* **Exercise prompt**
Using the entries that follow, collect the lines where the word "export" appears.

* **Material for this task**
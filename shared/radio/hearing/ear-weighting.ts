/**
 * Weighting of audible noise and tones by the ear.
 *
 * Source: ITU-R BS.468, from memory, not re-read.
 *
 * @module radio/hearing/ear-weighting
 */

/**
 * Weighting network of ITU-R BS.468 in decibels.
 *
 *     18.2 + 20 log10[1.246332637532143e-4 f / sqrt(h1^2 + h2^2)]
 *
 * with two polynomials h1 and h2 in f. 0 dB near 1 kHz, 12.2 dB near 6.3 kHz.
 * Source: ITU-R BS.468, the coefficients from memory of the literature, not re-read.
 *
 * @param frequencyHz Audio frequency, hertz, from 0.
 * @returns Weighting, decibels; -Infinity at 0.
 *
 * @example
 *   earWeighting(6300); // 12.2
 */
export function earWeighting(frequencyHz: number): number {
  return 18.2 + 10 * Math.log10(response(frequencyHz));
}

/**
 * The same network as a ratio of powers: `10^(earWeighting/10)`.
 *
 * @param frequencyHz Audio frequency, hertz, from 0.
 * @returns Ratio of powers; 0 at 0.
 *
 * @example
 *   earWeightingPower(0); // 0
 */
export function earWeightingPower(frequencyHz: number): number {
  return 10 ** 1.82 * response(frequencyHz);
}

function response(f: number): number {
  const f2 = f * f;
  const h1 =
    ((-4.737338981378384e-24 * f2 + 2.043828333606125e-15) * f2 - 1.363894795463638e-7) * f2 + 1;
  const h2 = ((1.306612257412824e-19 * f2 - 2.118150887518656e-11) * f2 + 5.559488023498642e-4) * f;
  const numerator = 1.246332637532143e-4 * f;
  return (numerator * numerator) / (h1 * h1 + h2 * h2);
}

* **Solution to the exercise**
export function earWeighting(frequencyHz: number): number {
export function earWeightingPower(frequencyHz: number): number {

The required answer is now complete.